Pull each line containing "half" out of the listing below.

##########

package main

import (
	"archive/zip"
	"bytes"
	"context"
	"crypto/sha256"
	"encoding/hex"
	"errors"
	"fmt"
	"io"
	"os"
	"path/filepath"
	"regexp"
	"strconv"
	"strings"
	"testing"

	"ebbline/pva"
	"ebbline/pva/assess"
	"ebbline/pva/casefile"
	"ebbline/pva/casefile/examples"
	"ebbline/pva/casefile/sheet"
	"ebbline/reports"
	"ebbline/reports/workbook"
)

// pond is a small case of an invented place.
const pond = `[case]
title = "Otter pool, Nether Sallow (invented)"
counts = "adult otters"
[question]
threshold = 5
horizon = 10
limit = 0.20
[start]
abundance = 24
year = 2030
[births]
breeding = "pulse"
rate = { value = 0.4, source = "ringing 2019-2028" }
year_sd = 0.15
[deaths]
fraction = { value = 0.27, source = "assumed" }
year_sd = 0.06
[[harvest]]
name = "control"
rule = "constant"
take = 2
when = "end"
[run]
replicates = 500
seed = 7
[[option]]
name = "half the take"
set = { "harvest.control.take" = 1 }
`

// reported assesses a case file and gives the report's bytes.
func reported(t *testing.T, caseText string, args ...string) []byte {
	t.Helper()
	dir := t.TempDir()
	file := filepath.Join(dir, "pond.toml")
	if err := os.WriteFile(file, []byte(caseText), 0o666); err != nil {
		t.Fatal(err)
	}
	var errs bytes.Buffer
	if status := run(append([]string{"assess", file, "--quiet"}, args...), nil, io.Discard, &errs); status != statusDone {
		t.Fatalf("status %d: %s", status, errs.String())
	}
	data, err := os.ReadFile(filepath.Join(dir, "pond.xlsx"))
	if err != nil {
		t.Fatal(err)
	}
	return data
}

// rerunOf runs a report again; what it printed and its error.
func rerunOf(t *testing.T, data []byte) (string, error) {
	t.Helper()
	path := filepath.Join(t.TempDir(), "report.xlsx")
	if err := os.WriteFile(path, data, 0o666); err != nil {
		t.Fatal(err)
	}
	var out bytes.Buffer
	err := (&app{out: &out, errs: io.Discard}).rerun(path, 0, false)
	for _, line := range strings.Split(out.String(), "\n") {
		if len([]rune(line)) > 80 && !strings.Contains(line, path) && !strings.Contains(line, "sha256:") {
			t.Errorf("a line of %d characters: %s", len([]rune(line)), line)
		}
	}
	return out.String(), err
}

// TestRerunAgrees: reports of cases of different shapes are what their cases
// give: the built-in ones and those for tests.
func TestRerunAgrees(t *testing.T) {
	cases := map[string][]byte{}
	for _, name := range examples.Names() {
		data, err := examples.Get(name)
		if err != nil {
			t.Fatal(err)
		}
		cases[name] = data
	}
	for _, name := range []string{"events", "flow-every-key", "pulse-every-key", "same-plain"} {
		data, err := os.ReadFile(filepath.Join("..", "..", "testdata", "cases", name+".toml"))
		if err != nil {
			t.Fatal(err)
		}
		cases[name] = data
	}
	if len(cases) < 10 {
		t.Fatalf("only %d cases", len(cases))
	}
	for name, text := range cases {
		t.Run(name, func(t *testing.T) {
			out, err := rerunOf(t, reported(t, string(text), "--replicates", "130", "--no-exact"))
			if err != nil || !strings.Contains(out, "cells agree.") || strings.Contains(out, "differ") {
				t.Errorf("%v\n%s", err, out)
			}
		})
	}
}

// TestRerunRepeatsTheCommand: overrides, lists, quotes, a seed of 64 bits and
// the wish for an exact answer are found in the command line.
func TestRerunRepeatsTheCommand(t *testing.T) {
	data := reported(t, pond, "--set", "births.by_year=[1, 0.9]", "--set", "case.title=The keeper's pool, \"old\" & new", "--set", "harvest.control.years=2031-2033",
		"--seed", "18446744073709551615", "--replicates", "200", "--exact")
	out, err := rerunOf(t, data)
	if err != nil || !strings.Contains(out, "seed 18446744073709551615, 200 replicates") {
		t.Errorf("%v\n%s", err, out)
	}
	for _, line := range []string{"ebbline", "", "other assess x", "ebbline assess x 'y", "ebbline assess x --set", "ebbline assess x --seed -1", "ebbline assess x --what"} {
		if _, err := repeated(line); err == nil {
			t.Errorf("%q is read", line)
		}
	}
	if _, err := repeated("ebbline sweep x.toml"); err == nil || !strings.Contains(err.Error(), "rerun cannot repeat yet") {
		t.Error(err)
	}
	for _, s := range []string{"plain", "two words", "it's", `a"b\c`, "$x;`y`", "line\nbreak", "'", "''"} {
		words, ok := splitArgs("x " + quoteArg(s) + " y")
		if !ok || len(words) != 3 || words[1] != s {
			t.Errorf("%q comes back as %q", s, words)
		}
	}
}

// TestRerunInterrupted: a report of what was complete agrees with that part.
func TestRerunInterrupted(t *testing.T) {
	c, faults := casefile.Read("pond.toml", []byte(pond))
	if len(faults) > 0 {
		t.Fatal(faults)
	}
	ctx, cancel := context.WithCancel(context.Background())
	result, err := assess.Run(ctx, c, assess.Options{Workers: 1, Progress: func(done int64) {
		if done >= 128 {
			cancel()
		}
	}})
	if err == nil || result.Replicates >= result.Asked {
		t.Fatalf("not interrupted: %v", err)
	}
	data, err := workbook.Bytes(reports.Build(result, meta(c, "pond.toml", "assess", "")))
	if err != nil {
		t.Fatal(err)
	}
	if out, err := rerunOf(t, data); err != nil {
		t.Errorf("%v\n%s", err, out)
	}
}

// edited is a workbook with the text of one part changed.
func edited(t *testing.T, data []byte, part string, change func(text string) string) []byte {
	t.Helper()
	z, err := zip.NewReader(bytes.NewReader(data), int64(len(data)))
	if err != nil {
		t.Fatal(err)
	}
	var b bytes.Buffer
	w := zip.NewWriter(&b)
	done := false
	for _, e := range z.File {
		r, err := e.Open()
		if err != nil {
			t.Fatal(err)
		}
		text, err := io.ReadAll(r)
		if err != nil {
			t.Fatal(err)
		}
		if e.Name == part {
			now := change(string(text))
			done = now != string(text)
			text = []byte(now)
		}
		out, err := w.Create(e.Name)
		if err == nil {
			_, err = out.Write(text)
		}
		if err != nil {
			t.Fatal(err)
		}
	}
	if err := w.Close(); err != nil {
		t.Fatal(err)
	}
	if !done {
		t.Fatalf("nothing was changed in %s", part)
	}
	return b.Bytes()
}

func swap(from, to string) func(string) string {
	return func(s string) string { return strings.Replace(s, from, to, 1) }
}

// TestRerunFindsEdits: whatever is changed in a report is found and named.
func TestRerunFindsEdits(t *testing.T) {
	data := reported(t, pond, "--no-exact")
	book, err := sheet.Open("pond.xlsx", data)
	if err != nil {
		t.Fatal(err)
	}
	const years = reports.PartRisk
	cells, err := book.Cells(years)
	if err != nil {
		t.Fatal(err)
	}
	part := book.SheetPart(years)
	var count, share, formula sheet.Cell
	for _, c := range cells {
		switch {
		case c.Kind != sheet.Number:
		case c.IsFormula && c.Num > 0 && c.Num < 1 && formula.Row == 0:
			formula = c
		case c.IsFormula && c.Num > 0 && c.Num < 1 && c.Row > formula.Row:
			share = c
		case !c.IsFormula && c.Num == float64(int64(c.Num)) && c.Num > 10 && c.Num < 400 && c.Row > 8:
			count = c
		}
	}
	if count.Row == 0 || share.Row == 0 || formula.Row == 0 {
		t.Fatalf("no cells to edit: %v %v %v", count, share, formula)
	}
	// valueTo puts another value into a cell.
	valueTo := func(c sheet.Cell, value string) func(string) string {
		return func(text string) string {
			return regexp.MustCompile(`(<c r="`+c.Ref()+`"[^>]*>(?:<f>[^<]*</f>)?<v>)[^<]*`).ReplaceAllString(text, "${1}"+value)
		}
	}
	digits := func(v float64) string { return strconv.FormatFloat(v, 'g', -1, 64) }
	named := func(c sheet.Cell) string { return years + "!" + c.Ref() + ": reported " }
	for _, e := range []struct {
		what, part string
		change     func(string) string
		want       string // "": agrees
	}{
		{"a count", part, valueTo(count, digits(count.Num+1)), named(count) + digits(count.Num+1) + ", run again " + digits(count.Num)},
		{"a count by a little", part, valueTo(count, digits(count.Num+1e-8)), named(count)},
		{"an interval", part, valueTo(share, digits(share.Num*(1+1e-8))), years + "!" + share.Ref()},
		{"an interval, as another processor gives it", part, valueTo(share, digits(share.Num*(1+1e-11))), ""},
		{"the value of a formula", part, valueTo(formula, digits(formula.Num/2)), years + "!" + formula.Ref()},
		{"a value taken out", part, func(s string) string {
			return regexp.MustCompile(`<c r="`+count.Ref()+`"[^>]*><v>[^<]*</v></c>`).ReplaceAllString(s, "")
		}, named(count) + "(nothing)"},
		{"a formula", part, func(s string) string {
			return regexp.MustCompile(`(<c r="`+formula.Ref()+`"[^>]*><f>)`).ReplaceAllString(s, "${1}0*")
		}, years + "!" + formula.Ref()},
		{"a formula made a value", part, func(s string) string {
			return regexp.MustCompile(`(<c r="`+formula.Ref()+`"[^>]*>)<f>[^<]*</f>`).ReplaceAllString(s, "${1}")
		}, years + "!" + formula.Ref()},
		{"a cell added", part, swap("</row></sheetData>", `<c r="ZZ99"><v>1</v></c></row></sheetData>`), ""},
		{"a hidden row", part, swap(`<row r="9"`, `<row r="9" hidden="1"`), "hidden parts of the sheet " + years},
		{"a text", "xl/sharedStrings.xml", swap("half the take", "half the takes"), `reported "half the takes"`},
		{"a number format", "xl/styles.xml", swap(`formatCode="#,##0"`, `formatCode="&quot;0&quot;"`), ""},
		{"a chart", "xl/charts/chart1.xml", swap("<c:v>0.2</c:v>", "<c:v>0.9</c:v>"), "a chart (xl/charts/chart1.xml)"},
		{"the name of a sheet", "xl/workbook.xml", swap(`name="Cautions"`, `name="Remarks"`), "no such sheet"},
		{"a line of the case", "xl/sharedStrings.xml", swap("take = 2", "take = 1"), "SHA-256"},
		{"the digest", "xl/sharedStrings.xml", swap(">sha256:", ">sha256:0"), "another digest than the one stated"},
		{"the seed", "xl/sharedStrings.xml", swap("<t>7</t>", "<t>8</t>"), "states seed 8, and carries a case of seed 7"},
	} {
		if e.what == "a cell added" { // its row must be the last one's
			last := cells[len(cells)-1]
			e.change, e.want = swap("</row></sheetData>", `<c r="ZZ`+strconv.Itoa(last.Row)+`"><v>1</v></c></row></sheetData>`), years+"!ZZ"+strconv.Itoa(last.Row)+": reported 1, run again (nothing)"
		}
		if e.what == "a number format" {
			e.change, e.want = func(s string) string {
				return regexp.MustCompile(`formatCode="[^"]*"`).ReplaceAllString(s, `formatCode="&quot;0&quot;"`)
			}, "the part xl/styles.xml"
		}
		out, err := rerunOf(t, edited(t, data, e.part, e.change))
		switch {
		case e.want == "" && err != nil:
			t.Errorf("%s: %v\n%s", e.what, err, out)
		case e.want != "" && (!errors.Is(err, errDisagrees) || !strings.Contains(out, e.want)):
			t.Errorf("%s: %v, want %q\n%s", e.what, err, e.want, out)
		}
	}
}

// TestRerunFindsAnotherCase: a case put in with a checksum that fits is found by
// its digest, and one with a digest that fits by every number.
func TestRerunFindsAnotherCase(t *testing.T) {
	data := reported(t, pond, "--no-exact")
	book, err := sheet.Open("pond.xlsx", data)
	if err != nil {
		t.Fatal(err)
	}
	said, err := sheet.Embedded(book)
	if err != nil {
		t.Fatal(err)
	}
	sum := func(s string) string {
		h := sha256.Sum256([]byte(strings.TrimSuffix(s, "\n")))
		return hex.EncodeToString(h[:])
	}
	lesser := strings.Replace(said.CaseText, "take = 2", "take = 1", 1)
	forge := func(s string) string {
		s = strings.Replace(s, "take = 2", "take = 1", 1)
		return strings.Replace(s, sum(said.CaseText), sum(lesser), 1)
	}
	out, err := rerunOf(t, edited(t, data, "xl/sharedStrings.xml", forge))
	if !errors.Is(err, errDisagrees) || !strings.Contains(out, "another digest") {
		t.Errorf("%v\n%s", err, out)
	}
	c, faults := casefile.Read("x", []byte(lesser))
	if len(faults) > 0 {
		t.Fatal(faults)
	}
	out, err = rerunOf(t, edited(t, data, "xl/sharedStrings.xml", func(s string) string {
		return strings.ReplaceAll(forge(s), said.Digest, c.Digest())
	}))
	if !errors.Is(err, errDisagrees) || !strings.Contains(out, "Inputs!B") || !strings.Contains(out, "Answer!") || !strings.Contains(out, " more\n") {
		t.Errorf("%v\n%s", err, out)
	}
}

// TestRerunOtherVersion: a report of another version says so, and its numbers
// are compared all the same.
func TestRerunOtherVersion(t *testing.T) {
	c, faults := casefile.Read("pond.toml", []byte(pond))
	if len(faults) > 0 {
		t.Fatal(faults)
	}
	result, err := assess.Run(context.Background(), c, assess.Options{Exact: assess.ExactNever})
	if err != nil {
		t.Fatal(err)
	}
	about := meta(c, "pond.toml", "assess", "")
	about.Version = "0.0.9"
	about.Command += exactFlag(assess.ExactNever)
	data, err := workbook.Bytes(reports.Build(result, about))
	if err != nil {
		t.Fatal(err)
	}
	out, err := rerunOf(t, data)
	if err != nil || !strings.Contains(out, "This is version "+pva.Version) || !strings.Contains(out, "ebbline 0.0.9") {
		t.Errorf("%v\n%s", err, out)
	}
}

// TestRerunRefuses: what is no report is bad input, not disagreement.
func TestRerunRefuses(t *testing.T) {
	starter, err := sheet.Starter()
	if err != nil {
		t.Fatal(err)
	}
	for want, data := range map[string][]byte{"is not a workbook": []byte("x"), `has no sheet "Run again"`: starter} {
		_, err := rerunOf(t, data)
		if bad := (badInput{}); !errors.As(err, &bad) || !strings.Contains(err.Error(), want) {
			t.Errorf("%v, want %q", err, want)
		}
	}
	if err := (&app{out: io.Discard}).rerun("pond.toml", 0, false); err == nil || !strings.Contains(err.Error(), "reports end in .xlsx") {
		t.Error(err)
	}
}

// TestReportIsACase: the Inputs sheet of a report is the report's case, whatever
// its shape; changed, it is the changed case.
func TestReportIsACase(t *testing.T) {
	for _, name := range examples.Names() {
		text, err := examples.Get(name)
		if err != nil {
			t.Fatal(err)
		}
		want, faults := casefile.Read(name, text)
		if len(faults) > 0 {
			t.Fatal(faults)
		}
		got, faults := sheet.Read(name+".xlsx", reported(t, string(text), "--set", "run.replicates="+fmt.Sprint(64), "--no-exact"))
		if len(faults) > 0 {
			t.Errorf("%s: %v", name, faults)
		} else if got.Digest() != want.Digest() || got.Run.Replicates != 64 || got.Run.Seed != want.Run.Seed {
			t.Errorf("%s: comes back as another case:\n%s\n%s", name, casefile.Write(got), casefile.Write(want))
		}
	}
	data := reported(t, pond, "--no-exact")
	book, err := sheet.Open("pond.xlsx", data)
	if err != nil {
		t.Fatal(err)
	}
	part := book.SheetPart(sheet.InputsSheet)
	c, faults := sheet.Read("pond.xlsx", edited(t, data, part, func(s string) string {
		return regexp.MustCompile(`(<c r="B[0-9]+"[^>]*><v>)0\.4(</v>)`).ReplaceAllString(s, "${1}0.6${2}")
	}))
	if len(faults) > 0 || c.Births.Rate != 0.6 {
		t.Errorf("%v", faults)
	}
}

##########

## RESULT
name = "half the take"
		{"a text", "xl/sharedStrings.xml", swap("half the take", "half the takes"), `reported "half the takes"`},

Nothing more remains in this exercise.